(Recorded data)
----

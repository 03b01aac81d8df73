using Forecast.Core.Completeness;
using Forecast.Core.Tests.GutenbergRichter;
using MathNet.Numerics.Random;

namespace Forecast.Core.Tests.Completeness;

/// <summary>Seeded catalogs complete above a known Mc and thinned below it.</summary>
internal static class IncompleteCatalogs
{
    /// <summary>b = 1 magnitudes from 1.0 up, complete at and above 2.0; below, an event is kept with probability
    /// 10^(-2 (2.0 - M)) (a taper: 63 % at 1.9, 1 % at 1.0). The incremental counts then peak in the 2.0 bin.</summary>
    public static double[] TaperedBelowTwo(int n, int seed)
    {
        var random = new MersenneTwister(seed + 100);
        return SyntheticMagnitudes.GutenbergRichter(n, 1.0, 1.0, 0.1, seed)
            .Where(m => m >= 2.0 - 1e-9 || random.NextDouble() < Math.Pow(10, -2 * (2.0 - m)))
            .ToArray();
    }
}

public class MaximumCurvatureTests
{
    [Fact]
    public void ModeBinCentreIsTheMostPopulatedBin()
    {
        // Hand count: 1.8 x1, 1.9 x3, 2.0 x5, 2.1 x2, 2.5 x1 (unsorted on purpose).
        double[] magnitudes = [2.0, 1.9, 2.0, 2.1, 2.0, 1.8, 2.5, 2.0, 1.9, 2.1, 1.9, 2.0];

        Assert.Equal(2.0, MaximumCurvature.ModeBinCentre(magnitudes, 0.1), 1e-12);
    }

    [Fact]
    public void EstimateAddsTheWoessnerWiemerCorrectionToTheMode()
    {
        // Woessner & Wiemer (2005): Mc = MAXC + 0.2. The tapered catalog peaks in the 2.0 bin by construction.
        var magnitudes = IncompleteCatalogs.TaperedBelowTwo(20_000, seed: 2);

        var estimate = MaximumCurvature.Estimate(magnitudes, 0.1, bootstrapSamples: 50, seed: 1);

        Assert.Equal(2.2, estimate.Mc, 1e-12);
        Assert.Equal(CompletenessMethod.MaximumCurvature, estimate.Method);
        Assert.Equal(magnitudes.Length, estimate.Count);
        Assert.Equal(magnitudes.Count(m => m >= 2.2 - 1e-9), estimate.CountAtOrAboveMc);
    }

    [Fact]
    public void TiesGoToTheHigherBin()
    {
        // Project choice: the more cautious (higher) Mc when two bins share the largest count.
        Assert.Equal(2.1, MaximumCurvature.ModeBinCentre([2.0, 2.0, 2.1, 2.1, 1.9], 0.1), 1e-12);
    }

    [Fact]
    public void BootstrapIsDeterministicForASeed()
    {
        var magnitudes = IncompleteCatalogs.TaperedBelowTwo(3000, seed: 4);

        var first = MaximumCurvature.Estimate(magnitudes, 0.1, bootstrapSamples: 100, seed: 42);
        var second = MaximumCurvature.Estimate(magnitudes, 0.1, bootstrapSamples: 100, seed: 42);

        Assert.Equal(first, second);
        Assert.True(first.Sigma >= 0);
    }

    [Fact]
    public void FewerThanTwoBootstrapSamplesLeaveSigmaUndefined()
    {
        var estimate = MaximumCurvature.Estimate([2.0, 2.1, 2.1], 0.1, bootstrapSamples: 0);

        Assert.True(double.IsNaN(estimate.Sigma));
        Assert.Equal(2.3, estimate.Mc, 1e-12); // mode 2.1 + 0.2
    }

    [Fact]
    public void EmptyInputGivesNaNMcWithANote()
    {
        var estimate = MaximumCurvature.Estimate([], 0.1);

        Assert.True(double.IsNaN(estimate.Mc));
        Assert.NotEmpty(estimate.Note);
    }

    [Fact]
    public void NaNAndNegativeBootstrapCountsAreRejected()
    {
        Assert.Throws<ArgumentException>(() => MaximumCurvature.Estimate([2.0, double.NaN], 0.1));
        Assert.Throws<ArgumentOutOfRangeException>(() => MaximumCurvature.Estimate([2.0], 0.1, bootstrapSamples: -1));
    }
}

public class GoodnessOfFitTests
{
    [Theory]
    [InlineData(20_000, 2)]
    [InlineData(20_000, 1)]
    [InlineData(5_000, 3)]
    public void EstimateFindsTheKnownMcOfATaperedCatalogWithinOneBin(int n, int seed)
    {
        // Complete from 2.0 by construction; Wiemer & Wyss (2000) GFT should land within one 0.1 bin of it.
        var magnitudes = IncompleteCatalogs.TaperedBelowTwo(n, seed);

        var estimate = GoodnessOfFit.Estimate(magnitudes, 0.1, bootstrapSamples: 50, seed: 1);

        Assert.InRange(estimate.Mc, 1.9 - 1e-9, 2.1 + 1e-9);
        Assert.Equal(CompletenessMethod.GoodnessOfFit95, estimate.Method);
        Assert.True(estimate.Residual >= 95);
    }

    [Fact]
    public void TrialsBelowTheTaperFitBadly()
    {
        // At Mc = 1.0 the events the taper removed leave the model far off (R about 63 % in this seed): below 90 %.
        var trials = GoodnessOfFit.Trials(IncompleteCatalogs.TaperedBelowTwo(20_000, 2), 0.1);

        Assert.Equal(1.0, trials[0].Mc, 1e-12);
        Assert.True(trials[0].ResidualPercent < 80);
    }

    [Fact]
    public void McAtLevelReturnsNaNWhenTheLevelIsNeverReached()
    {
        var magnitudes = IncompleteCatalogs.TaperedBelowTwo(20_000, 2);

        Assert.True(double.IsNaN(GoodnessOfFit.McAtLevel(magnitudes, 0.1, levelPercent: 99.9)));
        Assert.InRange(GoodnessOfFit.McAtLevel(magnitudes, 0.1, levelPercent: 90), 1.8 - 1e-9, 2.1 + 1e-9);
    }

    [Fact]
    public void EstimateFallsBackToMaximumCurvatureWhenNoTrialFits()
    {
        // Uniform magnitudes on 2.0-4.0 are not Gutenberg-Richter: R stays near 82 % up to 3.5. Only the top two
        // or three bins fit (trivially, with one parameter for as many bins), so trials need 100 events here.
        var random = new MersenneTwister(9);
        var uniform = Enumerable.Range(0, 500).Select(_ => Math.Round(2.0 + random.NextDouble() * 2, 1)).ToArray();

        var estimate = GoodnessOfFit.Estimate(uniform, 0.1, bootstrapSamples: 20, seed: 1, minEventsAboveMc: 100);

        Assert.Equal(CompletenessMethod.MaximumCurvatureFallback, estimate.Method);
        Assert.Equal(MaximumCurvature.ModeBinCentre(uniform, 0.1) + 0.2, estimate.Mc, 1e-9);
        Assert.Contains("neither", estimate.Note);
    }

    [Fact]
    public void BootstrapIsDeterministicForASeedAndVariesWithIt()
    {
        var magnitudes = IncompleteCatalogs.TaperedBelowTwo(2000, seed: 4);

        var first = GoodnessOfFit.Estimate(magnitudes, 0.1, bootstrapSamples: 100, seed: 7);
        var again = GoodnessOfFit.Estimate(magnitudes, 0.1, bootstrapSamples: 100, seed: 7);
        var other = GoodnessOfFit.Estimate(magnitudes, 0.1, bootstrapSamples: 100, seed: 8);

        Assert.Equal(first, again);
        Assert.True(first.Sigma > 0);
        Assert.NotEqual(first.Sigma, other.Sigma);
    }

    [Fact]
    public void EmptyInputGivesNaNMc()
    {
        Assert.True(double.IsNaN(GoodnessOfFit.Estimate([], 0.1).Mc));
    }

    [Fact]
    public void BadArgumentsAreRejected()
    {
        Assert.Throws<ArgumentException>(() => GoodnessOfFit.Estimate([double.NaN], 0.1));
        Assert.Throws<ArgumentException>(() => GoodnessOfFit.McAtLevel([2.0], 0.1, levelPercent: 120));
    }
}

public class FitStartTests
{
    [Theory]
    [InlineData(7.0, 2.5, 1.0)] // 10^((7 - 4.5 - 2.5) / 0.75) = 10^0
    [InlineData(7.5, 2.25, 10.0)] // 10^(0.75 / 0.75)
    [InlineData(6.0, 3.0, 0.01)] // 10^(-1.5 / 0.75) = 10^-2
    [InlineData(9.0, 2.0, 2154.43469)] // 10^(2.5 / 0.75) = 10^3.3333 (no ceiling applied)
    public void Helmstetter2006FollowsItsFormula(double mainshockMagnitude, double mc, double expectedDays)
    {
        // Helmstetter, Kagan & Jackson (2006): S = 10^((Mm - 4.5 - Mc) / 0.75) days; values by hand.
        Assert.Equal(expectedDays, FitStart.Helmstetter2006(mainshockMagnitude, mc), expectedDays * 1e-9);
    }

    [Fact]
    public void McAfterMainshockInvertsTheFitStart()
    {
        var startDays = FitStart.Helmstetter2006(6.8, 2.7);

        Assert.Equal(2.7, FitStart.McAfterMainshock(6.8, startDays), 1e-12);
    }

    [Fact]
    public void NaNMagnitudesAndNonPositiveTimesAreRejected()
    {
        Assert.Throws<ArgumentException>(() => FitStart.Helmstetter2006(double.NaN, 2.0));
        Assert.Throws<ArgumentException>(() => FitStart.McAfterMainshock(7.0, 0));
    }
}
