#include "forecast/draw_engine.h"

#include <algorithm>
#include <climits>

#include "forecast/random.h"
#include "plan/lineage.h"
#include "time/calendar.h"
#include "time/cron.h"

namespace readyby {

namespace {

enum : uint8_t { kConstant = 0, kShifted = 1, kNever = 2 };
constexpr int64_t kNotReady = INT64_MAX;  // a query's E when never / a missing occurrence's landing
constexpr int64_t kBelow = INT64_MIN / 4;

int32_t local_date(const Zone& zone, int64_t at) {
  return static_cast<int32_t>(date::floor<date::days>(zone.to_local(from_unix(at))).time_since_epoch().count());
}

}  // namespace

struct DrawEngine::Piece {
  int64_t upto;    // covers w in (previous piece's upto, upto]
  int64_t value;   // constant: E; shifted: E = w + value; never: unused
  int32_t origin;  // the node that starts the chain
  uint8_t kind;
};

struct DrawEngine::DrawnNode {
  int node = -1;
  int model = -1;                       // index into LandingModels::models when monitored, else -1
  std::vector<Occurrence> occurrences;  // monitored: the synthesized occurrences, ascending
};

namespace {
struct SweepCursor;
}  // namespace

struct DrawEngine::Scratch {
  std::vector<std::vector<Piece>> profiles;   // per drawn slot
  std::vector<std::vector<int64_t>> landed;   // per drawn slot (monitored): landing per occurrence
  std::vector<Piece> merged, reversed;
  std::vector<int32_t> day_pick;              // whole days: recorded date per dates_ entry, INT32_MIN none
  std::vector<int64_t> ready;                 // per query
  std::vector<int32_t> origin;                // per query
  std::vector<int32_t> run_origins;
  std::vector<const std::vector<Piece>*> inputs;
  std::vector<SweepCursor> sweep;
  std::vector<const Piece*> current;
};

namespace {

using Piece = DrawEngine::Piece;

inline __attribute__((always_inline)) void push(std::vector<Piece>& p, const Piece& x) {
  if (!p.empty()) {
    Piece& last = p.back();
    if (last.kind == x.kind && last.origin == x.origin && (x.kind == kNever || last.value == x.value)) {
      last.upto = x.upto;
      return;
    }
  }
  p.push_back(x);
}

// The max over inputs on (lo, hi] where each input is one piece; ties go to
// the lowest input index (DESIGN §4), as in engine/freshness.cpp.
void combine(const std::vector<const Piece*>& current, int64_t lo, int64_t hi, std::vector<Piece>& out) {
  int never_i = -1, const_i = -1, shift_i = -1;
  int64_t const_value = 0, shift_value = 0;
  for (size_t i = 0; i < current.size(); ++i) {
    const Piece& p = *current[i];
    const int idx = static_cast<int>(i);
    if (p.kind == kNever) {
      if (never_i < 0) never_i = idx;
    } else if (p.kind == kConstant) {
      if (const_i < 0 || p.value > const_value) const_i = idx, const_value = p.value;
    } else if (shift_i < 0 || p.value > shift_value) {
      shift_i = idx, shift_value = p.value;
    }
  }
  if (never_i >= 0) return push(out, {hi, 0, current[static_cast<size_t>(never_i)]->origin, kNever});
  if (shift_i < 0) return push(out, {hi, const_value, current[static_cast<size_t>(const_i)]->origin, kConstant});
  if (const_i < 0) return push(out, {hi, shift_value, current[static_cast<size_t>(shift_i)]->origin, kShifted});
  // Constant C against w + A: C is larger for w < C - A; at w = C - A the lower index wins.
  const int64_t cross = const_value - shift_value;
  const int64_t last_const = const_i < shift_i ? cross : cross - 1;
  if (last_const > lo) {
    push(out, {std::min(hi, last_const), const_value, current[static_cast<size_t>(const_i)]->origin, kConstant});
  }
  if (last_const < hi) push(out, {hi, shift_value, current[static_cast<size_t>(shift_i)]->origin, kShifted});
}

}  // namespace

DrawEngine::DrawEngine(const Plan& plan, const LandingModels& models, std::vector<ForecastTarget> targets)
    : plan_(plan), models_(models), targets_(std::move(targets)) {
  compile_queries();
  compile_cone();
  compile_whole_days();
  build_fixed_profiles();
  evaluate_fixed_runs();
}

DrawEngine::~DrawEngine() = default;

void DrawEngine::compile_queries() {
  struct Wanted {
    int feature;
    int64_t w;
  };
  std::vector<Wanted> wanted;
  int64_t latest_run = INT64_MIN;
  for (size_t t = 0; t < targets_.size(); ++t) {
    run_base_.push_back(run_at_.size());
    for (Instant r : targets_[t].runs) {
      run_target_.push_back(static_cast<uint32_t>(t));
      run_at_.push_back(to_unix(r));
      latest_run = std::max(latest_run, to_unix(r));
      for (const TargetInput& in : targets_[t].inputs) wanted.push_back({in.feature, to_unix(r) - in.age_seconds});
    }
  }
  auto before = [](const Wanted& a, const Wanted& b) { return a.feature != b.feature ? a.feature < b.feature : a.w < b.w; };
  std::vector<Wanted> queries = wanted;
  std::sort(queries.begin(), queries.end(), before);
  queries.erase(std::unique(queries.begin(), queries.end(),
                            [](const Wanted& a, const Wanted& b) { return a.feature == b.feature && a.w == b.w; }),
                queries.end());
  w_lo_ = INT64_MAX;
  w_hi_ = INT64_MIN;
  for (const Wanted& q : queries) {
    query_w_.push_back(q.w);
    query_feature_.push_back(q.feature);
    w_lo_ = std::min(w_lo_, q.w);
    w_hi_ = std::max(w_hi_, q.w);
    if (feature_queries_.empty() || feature_queries_.back().first != q.feature) {
      const uint32_t at = static_cast<uint32_t>(query_w_.size() - 1);
      feature_queries_.push_back({q.feature, {at, at}});
    }
    feature_queries_.back().second.second = static_cast<uint32_t>(query_w_.size());
  }
  if (queries.empty()) w_lo_ = w_hi_ = latest_run = 0;
  horizon_ = latest_run + 2 * kSecondsPerDay;
  // Each run input's query.
  size_t k = 0;
  for (size_t run = 0; run < run_at_.size(); ++run) {
    run_input_begin_.push_back(static_cast<uint32_t>(run_inputs_.size()));
    for (const TargetInput& in : targets_[run_target_[run]].inputs) {
      auto it = std::lower_bound(queries.begin(), queries.end(), wanted[k++], before);
      run_inputs_.push_back({static_cast<uint32_t>(it - queries.begin()), in.optional});
    }
  }
  run_input_begin_.push_back(static_cast<uint32_t>(run_inputs_.size()));
}
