TEST_CASE("a bad edit is refused with a message that names the problem") {
  Plan plan = plan_from_text(kPlan);
  struct Case {
    EditKind kind;
    const char* value;
    const char* error;
  } cases[] = {
      {EditKind::delay, "lab_bach=PT30M", "no node 'lab_bach' in the plan (did you mean 'lab_batch'?)"},
      {EditKind::delay, "zzzz=PT30M", "no node 'zzzz' in the plan"},
      {EditKind::delay, "lab_batch", "expected NODE=DURATION, found 'lab_batch'"},
      {EditKind::delay, "=PT1H", "missing node id before '='"},
      {EditKind::delay, "lab_batch=-PT2H",
       "a delay of -PT2H would make the lands_after of source 'lab_batch' negative (it is PT40M)"},
      {EditKind::delay, "labs_clean=-PT16M",
       "a delay of -PT16M would make the run_time of job 'labs_clean' negative (it is PT15M)"},
      {EditKind::delay, "lab_batch=P1M",
       "bad duration 'P1M' for the delay of 'lab_batch': "},
      {EditKind::fail, "lab_batch=PT1H", "fail takes a node id only, found 'lab_batch=PT1H'"},
      {EditKind::schedule, "lab_batch=61 2 * * *", "bad cron '61 2 * * *' for the schedule of 'lab_batch': "},
      {EditKind::schedule, "lab_batch=inputs",
       "source 'lab_batch' has no inputs to be triggered by; give it a cron schedule"},
      {EditKind::schedule, "labs_clean=0 0 30 2 *",
       "the schedule '0 0 30 2 *' of job 'labs_clean' never fires (no occurrence within 1,462 days)"},
      {EditKind::runs, "ward_risc=0 6 * * *", "no model 'ward_risc' in the plan (did you mean 'ward_risk'?)"},
      {EditKind::runs, "ward_risk=0 0 31 4 *",
       "the runs '0 0 31 4 *' of model 'ward_risk' never fire (no occurrence within 1,462 days)"},
      {EditKind::max_age, "labs_clean=PT1H", "max_age applies to features; 'labs_clean' is a job"},
      {EditKind::max_age, "creat_dleta=PT1H", "no feature 'creat_dleta' in the plan (did you mean 'creat_delta'?)"},
  };
  for (const Case& c : cases) {
    INFO(c.value);
    EditParse parsed = parse_edit_value(plan, c.kind, c.value);
    CHECK_FALSE(parsed.value);
    // Cron and duration messages continue with their modules' own words.
    if (std::string(c.error).ends_with(": ")) CHECK(parsed.error.starts_with(c.error));
    else CHECK(parsed.error == c.error);
  }
  CHECK(parse_edit(plan, "dealy lab_batch=PT1H").error == "unknown edit 'dealy' (did you mean 'delay'?)");
  CHECK(parse_edit(plan, "delay").error == "delay needs a value");
}

TEST_CASE("edits change the copy of the plan as DESIGN §9 says, in order") {
  Plan plan = plan_from_text(kPlan);
  auto edit = [&](EditKind k, const char* v) { return *parse_edit_value(plan, k, v).value; };
  std::vector<Edit> edits = {edit(EditKind::delay, "lab_batch=PT20M"), edit(EditKind::delay, "lab_batch=-PT5M"),
                             edit(EditKind::delay, "labs_clean=PT1H"),  edit(EditKind::fail, "spare_feed"),
                             edit(EditKind::schedule, "adt_clean=inputs"), edit(EditKind::schedule, "adt_stream=15 * * * *"),
                             edit(EditKind::runs, "ward_risk=0 7 * * *"), edit(EditKind::max_age, "census=PT3H")};
  Plan edited = apply_edits(plan, edits);
  auto node = [&](const char* id) -> const Node& { return edited.nodes[static_cast<size_t>(edited.find_node(id))]; };
  CHECK(node("lab_batch").lands_after.seconds == 40 * 60 + 15 * 60);
  CHECK(node("labs_clean").run_time.seconds == 75 * 60);
  CHECK(node("spare_feed").fails);
  CHECK_FALSE(node("lab_batch").fails);
  CHECK_FALSE(node("adt_clean").trigger);
  CHECK_FALSE(node("adt_stream").stream);
  CHECK(node("adt_stream").schedule->text == "15 * * * *");
  CHECK(node("census").max_age.seconds == 3 * 3600);
  REQUIRE(edited.models[0].runs.size() == 1);
  CHECK(edited.models[0].runs[0].at.text == "0 7 * * *");
  // The original is untouched.
  CHECK(plan.nodes[static_cast<size_t>(plan.find_node("lab_batch"))].lands_after.seconds == 40 * 60);
  CHECK(edited_nodes(edits) == std::vector<int>{plan.find_node("lab_batch"), plan.find_node("adt_stream"),
                                                 plan.find_node("spare_feed"), plan.find_node("labs_clean"),
                                                 plan.find_node("adt_clean")});
}
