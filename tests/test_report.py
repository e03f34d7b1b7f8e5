"""The HTML report (windowfinder.report): structure, self-containment, escaping, figures, a real browser.

The study is the bundled reactor case (16 space-filling runs on its simulator) plus two replicate
runs, one failed run and one run outside the bounds; the study name and a note carry a script tag.
"""

from __future__ import annotations

import html
import json
import re
import shutil
import subprocess
from html.parser import HTMLParser
from pathlib import Path
from types import SimpleNamespace

import numpy as np
import pandas as pd
import pytest
from matplotlib.contour import ContourSet
from matplotlib.patches import Rectangle
from scipy.stats import norm
from scipy.stats import t as t_dist

from windowfinder.answers import build_tradeoff, build_window
from windowfinder.cases import case_dir, load_simulator
from windowfinder.models.diagnostics import ModelDiagnostics
from windowfinder.errors import InputError
from windowfinder.export import write_window
from windowfinder.answers.influence import sobol_indices
from windowfinder.report import (SECTION_IDS, influence_figure, loo_figure, map_figure,
                                 probability_map_figure, slice_centre, slice_grid, tradeoff_figure,
                                 write_report)
from windowfinder.report import tables
from windowfinder.report.sections import verdict
from windowfinder.inputs.spec import StudySpec
from windowfinder.study import Study

EVIL = "<script>alert(1)</script>"
EVIL_ID = '<img src="http://example.invalid/x.png">'
CHROMIUM = Path("/usr/bin/chromium")


class Page(HTMLParser):
    """Collects tags, attributes, section ids, texts and tables (with the section and h3 above them)."""

    def __init__(self):
        super().__init__(convert_charrefs=True)
        self.tags, self.attrs, self.sections, self.text = [], [], [], []
        self.tables, self._cell, self._row, self._h3 = [], None, None, False
        self.section, self.h3 = None, ""

    def handle_starttag(self, tag, attrs):
        a = dict(attrs)
        self.tags.append(tag)
        self.attrs.append((tag, a))
        if tag == "section":
            self.section = a.get("id")
            self.sections.append(a.get("id"))
            self.h3 = ""
        elif tag == "h3":
            self._h3, self.h3 = True, ""
        elif tag == "table":
            self.tables.append({"section": self.section, "h3": self.h3, "rows": []})
        elif tag == "tr":
            self._row = []
        elif tag in ("td", "th"):
            self._cell = ""

    def handle_endtag(self, tag):
        if tag == "h3":
            self._h3 = False
        elif tag in ("td", "th") and self._row is not None:
            self._row.append(self._cell)
            self._cell = None
        elif tag == "tr" and self.tables:
            self.tables[-1]["rows"].append(self._row)
            self._row = None

    def handle_data(self, data):
        self.text.append(data)
        if self._cell is not None:
            self._cell += data
        if self._h3:
            self.h3 += data

    def table(self, section, h3=None, index=0):
        found = [t for t in self.tables if t["section"] == section and (h3 is None or h3 in t["h3"])]
        return found[index]["rows"] if len(found) > index else None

----

## Assigned task
In the records, which lines mention the word "auto"? Copy those lines.

## Task answer
  auto before = [](const Wanted& a, const Wanted& b) { return a.feature != b.feature ? a.feature < b.feature : a.w < b.w; };
      auto it = std::lower_bound(queries.begin(), queries.end(), wanted[k++], before);
  auto edit = [&](EditKind k, const char* v) { return *parse_edit_value(plan, k, v).value; };
  auto node = [&](const char* id) -> const Node& { return edited.nodes[static_cast<size_t>(edited.find_node(id))]; };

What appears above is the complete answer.